Would you reproduce, without any alteration, the lines from the opening line of the entries through the line that has "def written(result: Result, folder: Path)" in it?

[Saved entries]
⁂

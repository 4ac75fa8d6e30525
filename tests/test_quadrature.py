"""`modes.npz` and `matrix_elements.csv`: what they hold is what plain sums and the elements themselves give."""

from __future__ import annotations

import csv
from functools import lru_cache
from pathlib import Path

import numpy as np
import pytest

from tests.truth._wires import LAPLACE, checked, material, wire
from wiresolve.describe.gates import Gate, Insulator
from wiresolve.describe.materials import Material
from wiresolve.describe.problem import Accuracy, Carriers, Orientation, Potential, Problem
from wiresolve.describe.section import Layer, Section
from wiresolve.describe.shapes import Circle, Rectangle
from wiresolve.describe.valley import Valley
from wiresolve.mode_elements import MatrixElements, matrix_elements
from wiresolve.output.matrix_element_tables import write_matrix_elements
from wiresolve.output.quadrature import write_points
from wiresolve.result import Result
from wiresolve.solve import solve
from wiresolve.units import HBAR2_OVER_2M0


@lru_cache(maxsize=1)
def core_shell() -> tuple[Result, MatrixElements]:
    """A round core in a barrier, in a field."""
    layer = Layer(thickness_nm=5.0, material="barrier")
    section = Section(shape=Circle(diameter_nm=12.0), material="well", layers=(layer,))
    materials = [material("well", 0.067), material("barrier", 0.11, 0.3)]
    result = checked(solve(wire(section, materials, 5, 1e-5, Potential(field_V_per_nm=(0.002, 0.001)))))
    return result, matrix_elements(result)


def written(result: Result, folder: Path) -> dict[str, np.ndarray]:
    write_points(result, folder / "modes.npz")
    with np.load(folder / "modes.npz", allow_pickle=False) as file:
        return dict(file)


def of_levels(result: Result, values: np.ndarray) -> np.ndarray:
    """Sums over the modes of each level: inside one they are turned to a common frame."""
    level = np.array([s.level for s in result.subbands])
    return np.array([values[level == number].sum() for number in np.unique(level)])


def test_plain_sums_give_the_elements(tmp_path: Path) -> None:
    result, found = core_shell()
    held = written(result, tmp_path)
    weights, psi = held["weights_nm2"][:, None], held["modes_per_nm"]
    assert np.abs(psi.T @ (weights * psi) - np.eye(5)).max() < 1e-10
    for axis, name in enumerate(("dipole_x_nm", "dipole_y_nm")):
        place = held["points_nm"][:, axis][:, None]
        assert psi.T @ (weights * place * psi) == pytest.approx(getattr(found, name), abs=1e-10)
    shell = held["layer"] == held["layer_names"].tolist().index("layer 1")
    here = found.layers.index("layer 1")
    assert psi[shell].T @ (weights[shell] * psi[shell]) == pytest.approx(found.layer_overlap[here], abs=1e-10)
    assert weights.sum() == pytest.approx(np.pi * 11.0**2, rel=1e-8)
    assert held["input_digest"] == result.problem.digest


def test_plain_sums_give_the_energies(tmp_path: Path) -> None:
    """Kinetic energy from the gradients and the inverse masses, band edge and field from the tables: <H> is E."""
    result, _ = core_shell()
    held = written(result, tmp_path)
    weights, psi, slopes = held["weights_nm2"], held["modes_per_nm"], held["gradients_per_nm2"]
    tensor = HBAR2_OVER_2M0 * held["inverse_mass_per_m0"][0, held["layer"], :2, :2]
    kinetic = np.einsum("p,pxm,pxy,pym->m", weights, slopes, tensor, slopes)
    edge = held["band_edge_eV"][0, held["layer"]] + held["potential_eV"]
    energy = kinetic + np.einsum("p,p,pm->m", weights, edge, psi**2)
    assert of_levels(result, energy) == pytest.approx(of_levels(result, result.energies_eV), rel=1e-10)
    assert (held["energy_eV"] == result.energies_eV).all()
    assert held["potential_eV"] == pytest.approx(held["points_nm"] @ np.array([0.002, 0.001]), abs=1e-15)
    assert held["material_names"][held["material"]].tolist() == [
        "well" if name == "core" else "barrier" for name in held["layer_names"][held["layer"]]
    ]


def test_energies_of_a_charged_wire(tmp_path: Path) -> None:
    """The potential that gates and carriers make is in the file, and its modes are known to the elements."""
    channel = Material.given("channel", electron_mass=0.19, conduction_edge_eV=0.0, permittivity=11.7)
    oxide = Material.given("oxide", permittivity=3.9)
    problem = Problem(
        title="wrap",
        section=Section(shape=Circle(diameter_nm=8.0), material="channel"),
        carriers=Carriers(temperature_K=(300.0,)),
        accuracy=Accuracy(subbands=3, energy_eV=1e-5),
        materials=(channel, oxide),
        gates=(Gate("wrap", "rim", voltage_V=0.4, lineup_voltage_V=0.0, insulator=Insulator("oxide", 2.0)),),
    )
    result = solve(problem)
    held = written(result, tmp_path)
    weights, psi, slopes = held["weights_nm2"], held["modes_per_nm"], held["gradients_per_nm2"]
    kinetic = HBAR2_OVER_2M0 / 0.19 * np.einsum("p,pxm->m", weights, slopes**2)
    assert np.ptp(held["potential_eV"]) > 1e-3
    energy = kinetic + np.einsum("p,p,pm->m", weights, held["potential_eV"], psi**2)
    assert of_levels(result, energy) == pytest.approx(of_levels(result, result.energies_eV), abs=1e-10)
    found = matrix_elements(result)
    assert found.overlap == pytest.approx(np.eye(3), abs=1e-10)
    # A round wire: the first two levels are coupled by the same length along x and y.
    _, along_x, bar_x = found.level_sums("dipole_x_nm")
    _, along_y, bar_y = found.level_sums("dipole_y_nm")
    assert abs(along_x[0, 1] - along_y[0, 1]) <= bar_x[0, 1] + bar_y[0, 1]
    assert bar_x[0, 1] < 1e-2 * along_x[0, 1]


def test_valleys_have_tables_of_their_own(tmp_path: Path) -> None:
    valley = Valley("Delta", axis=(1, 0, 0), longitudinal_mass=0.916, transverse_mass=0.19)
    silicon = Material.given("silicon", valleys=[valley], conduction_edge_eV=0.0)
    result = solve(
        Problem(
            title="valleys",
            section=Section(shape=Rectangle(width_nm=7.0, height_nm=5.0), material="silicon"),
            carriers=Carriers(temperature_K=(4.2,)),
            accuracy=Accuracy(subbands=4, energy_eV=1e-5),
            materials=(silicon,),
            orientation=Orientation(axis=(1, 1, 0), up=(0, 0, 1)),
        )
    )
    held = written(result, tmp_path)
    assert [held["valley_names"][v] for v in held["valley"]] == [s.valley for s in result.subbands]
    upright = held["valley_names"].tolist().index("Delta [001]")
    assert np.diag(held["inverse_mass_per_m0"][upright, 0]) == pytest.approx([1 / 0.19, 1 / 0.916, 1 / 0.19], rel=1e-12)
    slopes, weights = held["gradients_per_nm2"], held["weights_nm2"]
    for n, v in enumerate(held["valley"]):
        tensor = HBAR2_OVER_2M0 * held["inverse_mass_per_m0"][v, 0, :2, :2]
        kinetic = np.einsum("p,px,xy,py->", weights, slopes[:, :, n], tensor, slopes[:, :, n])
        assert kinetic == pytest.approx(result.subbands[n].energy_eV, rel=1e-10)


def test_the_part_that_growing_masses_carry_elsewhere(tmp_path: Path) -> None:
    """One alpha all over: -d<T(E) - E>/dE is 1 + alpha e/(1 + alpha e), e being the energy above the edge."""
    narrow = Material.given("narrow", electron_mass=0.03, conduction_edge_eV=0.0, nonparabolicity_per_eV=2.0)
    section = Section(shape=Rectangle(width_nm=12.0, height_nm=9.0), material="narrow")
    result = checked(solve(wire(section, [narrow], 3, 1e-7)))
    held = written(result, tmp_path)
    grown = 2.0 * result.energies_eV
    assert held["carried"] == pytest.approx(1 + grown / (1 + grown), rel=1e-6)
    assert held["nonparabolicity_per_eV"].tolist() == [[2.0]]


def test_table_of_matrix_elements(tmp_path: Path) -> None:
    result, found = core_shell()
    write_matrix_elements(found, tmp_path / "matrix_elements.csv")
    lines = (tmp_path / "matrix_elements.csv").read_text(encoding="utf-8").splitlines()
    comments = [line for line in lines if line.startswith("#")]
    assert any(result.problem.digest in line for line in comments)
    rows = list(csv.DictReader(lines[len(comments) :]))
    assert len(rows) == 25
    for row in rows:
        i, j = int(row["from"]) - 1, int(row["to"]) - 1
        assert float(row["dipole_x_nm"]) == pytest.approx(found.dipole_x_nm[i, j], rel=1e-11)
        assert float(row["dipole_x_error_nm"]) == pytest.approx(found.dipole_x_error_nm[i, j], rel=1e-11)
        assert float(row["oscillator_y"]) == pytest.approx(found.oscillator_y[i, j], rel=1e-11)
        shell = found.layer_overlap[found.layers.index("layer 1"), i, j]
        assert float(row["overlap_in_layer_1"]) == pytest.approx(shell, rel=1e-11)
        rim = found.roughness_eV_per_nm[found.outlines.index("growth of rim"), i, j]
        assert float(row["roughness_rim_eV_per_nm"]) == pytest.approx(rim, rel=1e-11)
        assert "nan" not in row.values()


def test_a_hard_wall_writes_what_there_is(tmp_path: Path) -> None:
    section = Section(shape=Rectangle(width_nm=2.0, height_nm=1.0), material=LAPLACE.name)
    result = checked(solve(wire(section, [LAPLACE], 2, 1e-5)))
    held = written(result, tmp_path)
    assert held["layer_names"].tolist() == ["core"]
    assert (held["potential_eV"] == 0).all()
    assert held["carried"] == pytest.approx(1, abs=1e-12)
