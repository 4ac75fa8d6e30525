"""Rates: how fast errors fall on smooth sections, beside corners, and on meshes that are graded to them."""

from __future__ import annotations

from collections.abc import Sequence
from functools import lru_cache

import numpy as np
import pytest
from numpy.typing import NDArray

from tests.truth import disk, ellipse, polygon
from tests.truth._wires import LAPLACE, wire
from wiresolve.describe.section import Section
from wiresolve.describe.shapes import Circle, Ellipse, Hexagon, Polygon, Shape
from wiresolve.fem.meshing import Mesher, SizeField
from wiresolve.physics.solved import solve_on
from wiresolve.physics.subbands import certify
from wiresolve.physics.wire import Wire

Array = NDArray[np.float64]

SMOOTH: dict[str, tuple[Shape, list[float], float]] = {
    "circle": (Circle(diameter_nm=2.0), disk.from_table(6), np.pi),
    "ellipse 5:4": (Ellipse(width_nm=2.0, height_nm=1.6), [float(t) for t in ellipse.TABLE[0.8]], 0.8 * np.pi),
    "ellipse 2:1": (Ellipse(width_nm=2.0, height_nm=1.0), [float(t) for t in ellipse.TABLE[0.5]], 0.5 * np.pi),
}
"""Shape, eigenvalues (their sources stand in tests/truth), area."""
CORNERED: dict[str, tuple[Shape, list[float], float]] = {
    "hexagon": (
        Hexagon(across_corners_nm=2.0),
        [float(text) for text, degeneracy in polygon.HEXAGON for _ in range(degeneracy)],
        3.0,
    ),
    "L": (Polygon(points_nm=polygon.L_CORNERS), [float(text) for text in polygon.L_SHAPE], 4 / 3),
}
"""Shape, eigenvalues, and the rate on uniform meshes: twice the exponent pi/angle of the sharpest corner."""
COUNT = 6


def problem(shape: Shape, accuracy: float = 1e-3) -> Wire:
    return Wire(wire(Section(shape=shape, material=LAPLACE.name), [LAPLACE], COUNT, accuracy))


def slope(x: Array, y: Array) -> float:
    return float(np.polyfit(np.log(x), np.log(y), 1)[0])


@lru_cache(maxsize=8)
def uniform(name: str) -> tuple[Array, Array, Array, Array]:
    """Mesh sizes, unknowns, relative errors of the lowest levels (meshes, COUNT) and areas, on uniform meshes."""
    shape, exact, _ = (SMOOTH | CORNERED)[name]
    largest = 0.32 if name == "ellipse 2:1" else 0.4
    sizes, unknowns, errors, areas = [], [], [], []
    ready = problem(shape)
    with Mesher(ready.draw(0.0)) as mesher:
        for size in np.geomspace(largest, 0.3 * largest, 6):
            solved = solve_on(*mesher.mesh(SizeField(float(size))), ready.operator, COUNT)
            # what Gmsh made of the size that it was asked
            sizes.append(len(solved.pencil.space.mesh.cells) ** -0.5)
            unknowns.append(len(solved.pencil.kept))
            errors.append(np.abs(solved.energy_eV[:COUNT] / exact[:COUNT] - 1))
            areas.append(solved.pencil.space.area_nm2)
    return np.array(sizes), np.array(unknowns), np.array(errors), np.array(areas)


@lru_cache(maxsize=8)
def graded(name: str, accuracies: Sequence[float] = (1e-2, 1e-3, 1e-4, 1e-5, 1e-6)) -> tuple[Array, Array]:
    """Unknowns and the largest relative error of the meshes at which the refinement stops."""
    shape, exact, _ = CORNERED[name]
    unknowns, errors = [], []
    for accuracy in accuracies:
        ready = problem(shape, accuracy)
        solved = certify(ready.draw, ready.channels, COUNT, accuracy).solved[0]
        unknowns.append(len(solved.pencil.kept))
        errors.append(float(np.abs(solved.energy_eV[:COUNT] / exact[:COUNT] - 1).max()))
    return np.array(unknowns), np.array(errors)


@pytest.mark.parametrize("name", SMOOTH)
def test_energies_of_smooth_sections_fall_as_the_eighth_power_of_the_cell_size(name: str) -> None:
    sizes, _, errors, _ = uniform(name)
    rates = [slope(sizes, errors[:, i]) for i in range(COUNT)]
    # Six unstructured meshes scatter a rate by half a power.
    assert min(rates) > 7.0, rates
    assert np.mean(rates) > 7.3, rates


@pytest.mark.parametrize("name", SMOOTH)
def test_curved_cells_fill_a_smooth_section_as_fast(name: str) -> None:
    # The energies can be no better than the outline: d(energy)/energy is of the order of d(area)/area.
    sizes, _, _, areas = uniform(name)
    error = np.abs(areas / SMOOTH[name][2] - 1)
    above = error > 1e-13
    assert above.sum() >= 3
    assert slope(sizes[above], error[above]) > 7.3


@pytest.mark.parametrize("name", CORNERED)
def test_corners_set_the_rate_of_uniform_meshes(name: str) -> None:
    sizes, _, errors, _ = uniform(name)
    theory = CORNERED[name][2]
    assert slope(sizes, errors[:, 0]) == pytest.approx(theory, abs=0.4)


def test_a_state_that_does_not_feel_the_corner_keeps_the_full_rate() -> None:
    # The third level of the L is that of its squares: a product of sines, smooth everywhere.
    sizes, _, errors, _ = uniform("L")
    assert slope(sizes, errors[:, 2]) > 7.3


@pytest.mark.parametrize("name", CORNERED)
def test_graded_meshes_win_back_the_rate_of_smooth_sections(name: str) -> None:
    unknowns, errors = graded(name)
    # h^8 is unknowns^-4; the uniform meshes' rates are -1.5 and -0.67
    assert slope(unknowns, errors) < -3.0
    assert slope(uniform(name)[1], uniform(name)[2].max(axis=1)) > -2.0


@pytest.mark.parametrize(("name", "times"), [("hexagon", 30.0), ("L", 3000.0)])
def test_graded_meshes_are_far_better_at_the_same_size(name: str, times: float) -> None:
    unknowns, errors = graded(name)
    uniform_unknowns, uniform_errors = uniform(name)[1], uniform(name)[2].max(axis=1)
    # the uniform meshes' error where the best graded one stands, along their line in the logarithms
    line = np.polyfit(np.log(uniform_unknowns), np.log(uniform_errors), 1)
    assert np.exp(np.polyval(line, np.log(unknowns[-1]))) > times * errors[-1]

⁂

Solution for this exercise:
repository 4ac75fa8d6e30525
filename tests/test_quadrature.py
"""`modes.npz` and `matrix_elements.csv`: what they hold is what plain sums and the elements themselves give."""

from __future__ import annotations

import csv
from functools import lru_cache
from pathlib import Path

import numpy as np
import pytest

from tests.truth._wires import LAPLACE, checked, material, wire
from wiresolve.describe.gates import Gate, Insulator
from wiresolve.describe.materials import Material
from wiresolve.describe.problem import Accuracy, Carriers, Orientation, Potential, Problem
from wiresolve.describe.section import Layer, Section
from wiresolve.describe.shapes import Circle, Rectangle
from wiresolve.describe.valley import Valley
from wiresolve.mode_elements import MatrixElements, matrix_elements
from wiresolve.output.matrix_element_tables import write_matrix_elements
from wiresolve.output.quadrature import write_points
from wiresolve.result import Result
from wiresolve.solve import solve
from wiresolve.units import HBAR2_OVER_2M0


@lru_cache(maxsize=1)
def core_shell() -> tuple[Result, MatrixElements]:
    """A round core in a barrier, in a field."""
    layer = Layer(thickness_nm=5.0, material="barrier")
    section = Section(shape=Circle(diameter_nm=12.0), material="well", layers=(layer,))
    materials = [material("well", 0.067), material("barrier", 0.11, 0.3)]
    result = checked(solve(wire(section, materials, 5, 1e-5, Potential(field_V_per_nm=(0.002, 0.001)))))
    return result, matrix_elements(result)


def written(result: Result, folder: Path) -> dict[str, np.ndarray]:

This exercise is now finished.